Items from a dataset:
========================================================================
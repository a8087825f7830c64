//! What the boundary layer behind the incident shock leaves of the test time, by Mirels' theory of the limiting separation. Empirical and in plain
//! f64: nothing here is proven, and no single number is given.

use super::input::{TubeInput, TubeInputError};
use super::test_gas::BehindShock;
use crate::number::{Ball, Semifield};

/// How well the laminar limit is known, relative: the assumed profile of the wall layer.
const LAMINAR_SPREAD: f64 = 0.27;

/// Reduced distance below which a difference of logarithms is taken by its series.
const SERIES: f64 = 0.25;

/// Halvings of the interval in which a separation is sought.
const HALVINGS: u32 = 80;

/// Σ of a power series s^first/first + s^(first+step)/(first+step) + …, for s ≤ 1/4: 30 terms leave less than 10⁻¹⁸ of the first.
fn logarithm_tail(s: f64, first: u32, step: u32) -> f64 {
    let term = |n: u32| libm::pow(s, f64::from(n)) / f64::from(n);
    (0..30).rev().fold(0.0, |sum, at| sum + term(first + at * step))
}

/// The s in [0, 1) at which an increasing function has a value; 1 beyond the last double below it.
fn inverse(value: f64, f: impl Fn(f64) -> f64) -> f64 {
    let (mut low, mut high) = (0.0, 1.0);
    for _ in 0..HALVINGS {
        let middle = f64::midpoint(low, high);
        if f(middle) < value { low = middle } else { high = middle }
    }
    high
}

/// Separation T = `l/l_m` of shock and contact surface over its limit, and its slope dT/dX, at a reduced distance X.
#[derive(Clone, Copy, Debug, PartialEq)]
#[cfg_attr(feature = "serde", derive(serde::Serialize))]
pub struct Separation {
    /// T, from 0 to 1.
    pub value: f64,
    /// dT/dX, from 1 to 0.
    pub slope: f64,
}

/// Laminar wall layer: X = −2[ln(1 − √T) + √T], that is dT/dX = 1 − √T, at X = `x ρ1/(ρ2 l_m)` ≥ 0.
///
/// Source: H. Mirels, Phys. Fluids 6 (1963) 1201 (from memory). To 1e-13 in T.
///
/// ```
/// use endwall::tube::laminar_separation;
/// // √T = 1/2: X = 2 ln 2 − 1.
/// let half = laminar_separation(2.0 * 2f64.ln() - 1.0);
/// assert!((half.value - 0.25).abs() < 1e-13 && (half.slope - 0.5).abs() < 1e-13);
/// ```
pub fn laminar_separation(reduced_distance: f64) -> Separation {
    let distance = |s: f64| if s < SERIES { 2.0 * logarithm_tail(s, 2, 1) } else { -2.0 * (libm::log1p(-s) + s) };
    let s = inverse(reduced_distance, distance);
    Separation { value: s * s, slope: 1.0 - s }
}

/// Turbulent wall layer: dT/dX = 1 − T^(4/5), that is X = 5[(artanh q + arctan q)/2 − q] with T = q⁵.
///
/// Source: H. Mirels, AIAA J. 2 (1964) 84 (from memory); the integral by exact algebra. To 1e-12 in T.
///
/// ```
/// use endwall::tube::turbulent_separation;
/// let near = turbulent_separation(1e-6);
/// assert!((near.value - 1e-6).abs() < 1e-10); // no layer yet: T = X
/// assert!(turbulent_separation(30.0).value > 0.999_999);
/// ```
pub fn turbulent_separation(reduced_distance: f64) -> Separation {
    let closed = |q: f64| 5.0 * (0.25 * (libm::log1p(q) - libm::log1p(-q)) + 0.5 * libm::atan(q) - q);
    let distance = |q: f64| if q < SERIES { 5.0 * logarithm_tail(q, 5, 4) } else { closed(q) };
    let q = inverse(reduced_distance, distance);
    let square = q * q;
    Separation { value: square * square * q, slope: 1.0 - square * square }
}

/// A shock in a tube, for the boundary layer behind it. SI units.
#[derive(Clone, Copy, Debug, PartialEq)]
pub struct BoundaryLayer {
    /// Inner diameter d, m.
    pub diameter: f64,
    /// Distance from the diaphragm to the end wall L1, m.
    pub driven_length: f64,
    /// Speed of the incident shock `U_S`, m/s.
    pub incident_shock: f64,
    /// Speed of the reflected shock `U_R`, m/s.
    pub reflected_shock: f64,
    /// Speed c of the wave that returns from the contact surface, m/s: a5 for a weak one.
    pub returned_wave: f64,
    /// Density ρ1 of the fill, kg/m³.
    pub fill_density: f64,
    /// p2/p1.
    pub pressure_ratio: f64,
    /// ρ2/ρ1.
    pub density_ratio: f64,
    /// Viscosity μ(T1), Pa·s.
    pub viscosity_1: f64,
    /// Viscosity μ(T2), Pa·s: the film is between T1 and T2.
    pub viscosity_2: f64,
}

/// What the boundary layer leaves of a time (s) or of a length (m): a band, since neither the state of the layer nor its theory is known better.
#[derive(Clone, Copy, Debug, PartialEq)]
#[cfg_attr(feature = "serde", derive(serde::Serialize))]
pub struct LayerBand {
    /// Without a boundary layer.
    pub ideal: f64,
    /// With a laminar layer: for `l_m` less and more by 27 %.
    pub laminar: [f64; 2],
    /// With a turbulent layer: for a film at T1 and at T2.
    pub turbulent: [f64; 2],
    /// The least of those with a layer.
    pub lowest: f64,
    /// The greatest of those with a layer.
    pub highest: f64,
}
========================================================================
• **Task description**
From the data above, copy each line where the string "struct" appears.

• **Solution**
pub struct Separation {
pub struct BoundaryLayer {
pub struct LayerBand {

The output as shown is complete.